What Goes With a Zucchini Frittata?
You can pair your frittata with a green salad with a light vinaigrette. Roasted vegetables would make a great colorful side dish that complements the frittata. Fresh fruit, like avocado or a bowl of mixed berries or slices of melon, would also be nice.
Leftovers and Reheating
Enjoy your frittata right out of the oven. For leftovers, cut into wedges and store in an airtight container in the refrigerator for up to three days.
To reheat, microwave for a minute on full power or place in a small skillet with a little butter until heated. Freezing is not recommended.
Who is James Beard?
This recipe is adapted from James Beard's Menus for Entertaining.
James Beard (1903-1985) was a TV personality, cookbook author, and teacher. He had a zest for life, which bounced off the pages of his numerous books.

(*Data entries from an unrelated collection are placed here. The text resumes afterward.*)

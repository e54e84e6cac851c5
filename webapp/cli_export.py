"""``rondo export STOPS.csv --format ics|gpx|csv``: plan the day and write the file."""

from __future__ import annotations

import datetime as dt
import sys
from pathlib import Path

from solver.errors import InvalidInput
from solver.export_stops import export_day
from solver.gpx_export import day_gpx
from solver.ical_export import day_calendar, load_zone
from solver.plan_csv import plan_csv

from .cli_solve import plan_stops_day, read_home_and_stops

__all__ = ["run_export"]


def run_export(args) -> int:
    load_zone(args.tz)  # a bad zone name fails before any solving
    day = _date(args.date)
    home, stops, _, matrix = read_home_and_stops(args)
    plan, here = plan_stops_day(home, stops, matrix, args)
    positions = {0: home.position, **{k: s.position for k, s in enumerate(stops, start=1)}}
    if here is not None:
        positions[plan.start_node] = here
    notes = {k: s.notes for k, s in enumerate(stops, start=1) if s.notes}
    keys = {k: s.name for k, s in enumerate(stops, start=1)}
    exported = export_day(day, plan, positions=positions, notes=notes, keys=keys,
                          sequence=args.sequence, home_name=home.name)
    if args.format == "ics":
        data = day_calendar(exported, tz_name=args.tz, include_travel=args.travel,
                            alarm_before_leaving_min=args.alarm)
    elif args.format == "gpx":
        data = day_gpx(exported)
    else:
        data = plan_csv(exported)
    if args.output:
        Path(args.output).write_bytes(data)
    else:
        sys.stdout.buffer.write(data)
        sys.stdout.flush()
    return 0


def _date(text: str | None) -> dt.date:
    if not text:
        return dt.date.today()
    try:
        return dt.date.fromisoformat(text)
    except ValueError:
        raise InvalidInput(f"--date {text!r} is not a date; expected YYYY-MM-DD",
                           field="--date", value=text) from None
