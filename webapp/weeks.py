"""Storage of week plans: the clients due, working days, caps and pins, and every week solve.

The visits chosen for each date stay in the day storage (webapp.plans); a week solve or a
move writes them there, so each day opens in the day screen as it would after a day solve.
"""

from __future__ import annotations

import datetime as dt
import json
import zoneinfo
from dataclasses import dataclass, replace

from . import clients, plans, settings
from .db import transaction
from .errors import Conflict, FieldErrors, NotFound
from .fields import Checker, is_id, parse_date

__all__ = ["FIELDS", "MOVE_FIELDS", "QUOTE_FIELDS", "PIN_FIELDS", "DEFAULT_WEEKDAYS",
           "MAX_VISITS_PER_DAY", "MAX_DUE", "DueClient", "WeekSpec", "Move", "parse_monday",
           "read_spec", "load_spec", "save_spec", "current", "set_day", "ensure_not_started",
           "started_days", "read_move", "read_quote", "set_pin", "add_due", "store_solve",
           "week_view", "week_proof", "spec_body", "today", "DAY_NAMES"]

FIELDS = {"clients", "days", "max_visits", "max_work_min", "pins"}
MOVE_FIELDS = {"client_id", "to", "from", "pin"}
QUOTE_FIELDS = {"client_id", "from", "from_date"}
PIN_FIELDS = {"client_id", "day"}
DEFAULT_WEEKDAYS = (0, 1, 2, 3, 4)  # Monday to Friday
MAX_VISITS_PER_DAY = 40  # far beyond any working day; a larger figure is a typo
MAX_WORK_MIN = 1440.0
MAX_GAP_DAYS = 6  # a gap of a week or more leaves room for one visit only
MAX_DUE = 300  # a rep's book for one week; more would take the solver minutes
DAY_NAMES = ("Monday", "Tuesday", "Wednesday", "Thursday", "Friday", "Saturday", "Sunday")


@dataclass(frozen=True)
class DueClient:
    """A client due this week: visits, gap in working days, and an optional pinned weekday."""

    client_id: int
    visits: int = 1
    min_gap_days: int = 1
    pin: int | None = None
    added_late: bool = False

The James Beard Foundation is a nonprofit culinary arts organization dedicated to honoring, celebrating, and supporting chefs and leaders, fostering sustainability, diversity, and deliciousness in American food culture.
Summary
This Easy Zucchini Frittata Recipe is kind of a crustless quiche and one of my favorite egg dishes. It's filling, healthy, and part of a heart-healthy diet.
Beaten eggs and thinly sliced zucchini cook quickly in a hot skillet. They're finished under the broiler where the cheese topping gets melted and forms a nice cheesy crust over the top.
This healthy egg dish is a great meal for brunches and light dinners.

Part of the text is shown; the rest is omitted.